* Work instructions *
The line containing "reference_timer::channel_at(unsigned c) const" marks the end, so write out exactly every line from the top of the entries below through that one.

* Listed entries *
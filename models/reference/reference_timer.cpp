#include "models/reference/reference_timer.h"

#include <algorithm>
#include <stdexcept>
#include <string>

namespace models::reference {

namespace {

std::uint32_t mask_bits(std::uint32_t v, unsigned bits) {
    return bits >= 32 ? v : v & ((1u << bits) - 1);
}

// The action codes docs/timer-model.md lists; every other code is reserved and ignored.
bool action_code_listed(std::uint32_t code) {
    static constexpr std::uint32_t listed[] = {0x0, 0x4, 0x5, 0x8, 0x9, 0xa, 0xc, 0xd};
    return std::find(std::begin(listed), std::end(listed), code) != std::end(listed);
}

}  // namespace

reference_timer::reference_timer(const timer_config& cfg, const sim::clock_domain& timer_clock,
                                 timer_observer* observer)
    : cfg_(cfg), clock_(timer_clock), observer_(observer), max_(cfg.counter_max()) {
    cfg_.validate();
    // Reset values: period = max, slope = both; everything else 0.
    period_written_ = period_ = max_;
    // With the reference level 0 the complementary output wants 1, and has wanted it since reset.
    for (channel_state& c : channels_) {
        c.comp_out.want = true;
        c.comp_out.active = true;
    }
}

reference_timer::channel_state& reference_timer::channel_at(unsigned c) {
    if (c >= cfg_.channels)
        throw std::out_of_range("reference_timer: channel " + std::to_string(c) + " of " +
                                std::to_string(cfg_.channels));
    return channels_[c];
}

const reference_timer::channel_state& reference_timer::channel_at(unsigned c) const {
    if (c >= cfg_.channels)
        throw std::out_of_range("reference_timer: channel " + std::to_string(c) + " of " +
                                std::to_string(cfg_.channels));
    return channels_[c];
}

std::uint32_t reference_timer::valid_flag_bits() const {
    std::uint32_t bits = flag_reload | flag_trigger;
    for (unsigned c = 0; c < cfg_.channels; ++c) bits |= flag_channel(c) | flag_overcapture(c);
    if (cfg_.complementary) bits |= flag_fault;
    return bits;
}

unsigned reference_timer::filter_length_of(unsigned input) const {
    const std::uint32_t index =
        input == trigger_pin_input ? trigger_filter_ : channels_[input].input_filter;
    return cfg_.filter_lengths[index];
}

void reference_timer::check_pin_input(unsigned input, const char* call) const {
    if ((input < cfg_.channels) || input == trigger_pin_input) return;
    std::string accepted = "the channel inputs 0";
    if (cfg_.channels > 1) accepted += " to " + std::to_string(cfg_.channels - 1);
    accepted += " and the trigger pin " + std::to_string(trigger_pin_input);
    if (input == fault_input) accepted += " (the fault input changes by set_fault_input)";
    throw std::invalid_argument(std::string("reference_timer: ") + call + " of input " +
                                std::to_string(input) +
                                ", which this timer lacks; accepted: " + accepted);
}

// ---- time ----

void reference_timer::advance_to(time_ps t) {
    for (;;) {
        const auto edge = started_ ? clock_.edge_after(last_tick_at_) : clock_.edge_at_or_after(0);
        if (!edge || edge->at > t) return;
        started_ = true;
        last_tick_at_ = edge->at;
        tick(*edge);
    }
}

bool reference_timer::next_event(time_ps& at) const {
    const auto edge = started_ ? clock_.edge_after(last_tick_at_) : clock_.edge_at_or_after(0);
    if (!edge) return false;
    at = edge->at;
    return true;
}

void reference_timer::clock_changed(time_ps) {}

// ---- one timer clock tick ----

void reference_timer::tick(const sim::clock_edge& edge) {
    const time_ps at = edge.at;
    ++ticks_;
    // 0. What register accesses since the last tick asked for: the flag and trigger pulse of a
    // forced reload.
    if (access_flags_ != 0) {
        set_flags(access_flags_, at);
        access_flags_ = 0;
    }
    if (access_trigger_) {
        access_trigger_ = false;
        send_trigger(at);
    }
    // 1. Compare latency: delayed compare values reaching their tick become active.
    for (unsigned i = 0; i < cfg_.channels; ++i) {
        channel_state& c = channels_[i];
        for (pending_compare& p : c.pending) --p.ticks_left;
        while (!c.pending.empty() && c.pending.front().ticks_left == 0) {
            c.compare = c.pending.front().value;
            c.pending.pop_front();
        }
    }
    // 2. Fault latency: the fault acts at the first tick after the input rose, or fault_latency
    // ticks later.
    if (fault_pending_) {
        if (fault_ticks_left_ == 0) {
            fault_pending_ = false;
            activate_fault(at);
        } else {
            --fault_ticks_left_;
        }
    }
    // 3. Inputs: every synchroniser samples; at a sampling tick (index a multiple of the divider)
    // every filter updates. This gives the tick's filtered edges.
    const bool sampling_tick = edge.tick % (std::uint64_t{1} << filter_divider_) == 0;
    for (unsigned i = 0; i < pin_inputs; ++i)
        update_input(inputs_[i], filter_length_of(i), sampling_tick);
    // 4. Trigger: the accepted trigger of this tick and whether the trigger is active. Chained
    // pulses travel whatever the trigger source; one that lands while another source is chosen is
    // lost.
    bool chained_lands = false;
    while (!chained_pending_.empty() && chained_pending_.front() == 0) {
        chained_pending_.pop_front();
        chained_lands = true;
    }
    for (std::uint32_t& left : chained_pending_) --left;
    bool accepted = false;
    bool active = false;
    if (trigger_source_ == models::trigger_source::chained) {
        accepted = chained_lands;  // the chained input has no level: never active
    } else {
        unsigned source = trigger_pin_input;
        if (trigger_source_ == models::trigger_source::channel_0_input)
            source = input_of_channel(0);
        if (trigger_source_ == models::trigger_source::channel_1_input)
            source = input_of_channel(1);
        const input_state& in = inputs_[source];
        accepted = trigger_falling_ ? in.fell : in.rose;
        active = in.filtered != trigger_falling_;
    }
    if (accepted) set_flags(flag_trigger, at);
    // 5. Prescaler, at a counting event; in the encoder sources each filtered encoder edge is a
    // step (A first), and steps 6 to 9 run once per step.
    switch (count_source_) {
        case models::count_source::timer_clock:
        case models::count_source::trigger_edges: {
            bool event = enable_;
            if (count_source_ == models::count_source::trigger_edges) event = event && accepted;
            if (trigger_action_ == models::trigger_action::gate &&
                count_source_ == models::count_source::timer_clock)
                event = event && active;
            if (!event) break;
            const std::uint64_t factor = std::uint64_t{prescaler_} + 1;
            if (pcount_ + 1 >= factor) {
                pcount_ = 0;
                run_step(at, false, false);  // 6. to 9.
            } else {
                pcount_ += 1;
            }
            break;
        }
        case models::count_source::encoder_x2:
        case models::count_source::encoder_x4: {
            if (!enable_) break;
            const input_state& a = inputs_[input_of_channel(0)];
            const input_state& b = inputs_[input_of_channel(1)];
            const bool b_edge = b.rose || b.fell;
            const bool b_before = b_edge ? !b.filtered : b.filtered;
            const bool a_edge = a.rose || a.fell;
            const bool b_steps = count_source_ == models::count_source::encoder_x4 && b_edge;
            // A's edge: up if A differs from B (before this tick's B edge) after it.
            if (a_edge) run_step(at, true, a.filtered != b_before);  // 6. to 9.
            // B's edge: up if A equals B after it.
            if (b_steps) run_step(at, true, a.filtered == b.filtered);  // 6. to 9.
            break;
        }
    }
    // 10. Captures: each capture channel counts its source's taken edges and captures at every
    // 2^capture_prescaler-th, the counter being the one after this tick's steps.
    for (unsigned i = 0; i < cfg_.channels; ++i) {
        channel_state& c = channels_[i];
        if (c.role == models::channel_role::compare) continue;
        const input_state& src =
            inputs_[c.role == models::channel_role::capture_own ? i : (i ^ 1u)];
        bool taken = false;
        switch (c.edge) {
            case models::capture_edge::rising:
                taken = src.rose;
                break;
            case models::capture_edge::falling:
                taken = src.fell;
                break;
            case models::capture_edge::both:
                taken = src.rose || src.fell;
                break;
        }
        if (!taken) continue;
        c.capture_count += 1;
        if (c.capture_count < (1u << c.capture_prescaler)) continue;
        c.capture_count = 0;
        capture(i, at);
    }
    // 11. Trigger action, after this tick's captures.
    if (accepted) {
        if (trigger_action_ == models::trigger_action::restart) {
            const reload_outputs sent = forced_reload();
            set_flags(sent.flags, at);
            if (sent.trigger) send_trigger(at);
        } else if (trigger_action_ == models::trigger_action::start) {
            enable_ = true;  // counting from the next tick
        }
    }
    // 12. Levels.
    evaluate_levels();
    // 13. Pins, and the interrupt line.
    update_outputs(at);
    update_irq(at);
}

* Exercise answer *
filename models/reference/reference_timer.cpp
#include "models/reference/reference_timer.h"

#include <algorithm>
#include <stdexcept>
#include <string>

namespace models::reference {

namespace {

std::uint32_t mask_bits(std::uint32_t v, unsigned bits) {
    return bits >= 32 ? v : v & ((1u << bits) - 1);
}

// The action codes docs/timer-model.md lists; every other code is reserved and ignored.
bool action_code_listed(std::uint32_t code) {
    static constexpr std::uint32_t listed[] = {0x0, 0x4, 0x5, 0x8, 0x9, 0xa, 0xc, 0xd};
    return std::find(std::begin(listed), std::end(listed), code) != std::end(listed);
}

}  // namespace

reference_timer::reference_timer(const timer_config& cfg, const sim::clock_domain& timer_clock,
                                 timer_observer* observer)
    : cfg_(cfg), clock_(timer_clock), observer_(observer), max_(cfg.counter_max()) {
    cfg_.validate();
    // Reset values: period = max, slope = both; everything else 0.
    period_written_ = period_ = max_;
    // With the reference level 0 the complementary output wants 1, and has wanted it since reset.
    for (channel_state& c : channels_) {
        c.comp_out.want = true;
        c.comp_out.active = true;
    }
}

reference_timer::channel_state& reference_timer::channel_at(unsigned c) {
    if (c >= cfg_.channels)
        throw std::out_of_range("reference_timer: channel " + std::to_string(c) + " of " +
                                std::to_string(cfg_.channels));
    return channels_[c];
}

const reference_timer::channel_state& reference_timer::channel_at(unsigned c) const {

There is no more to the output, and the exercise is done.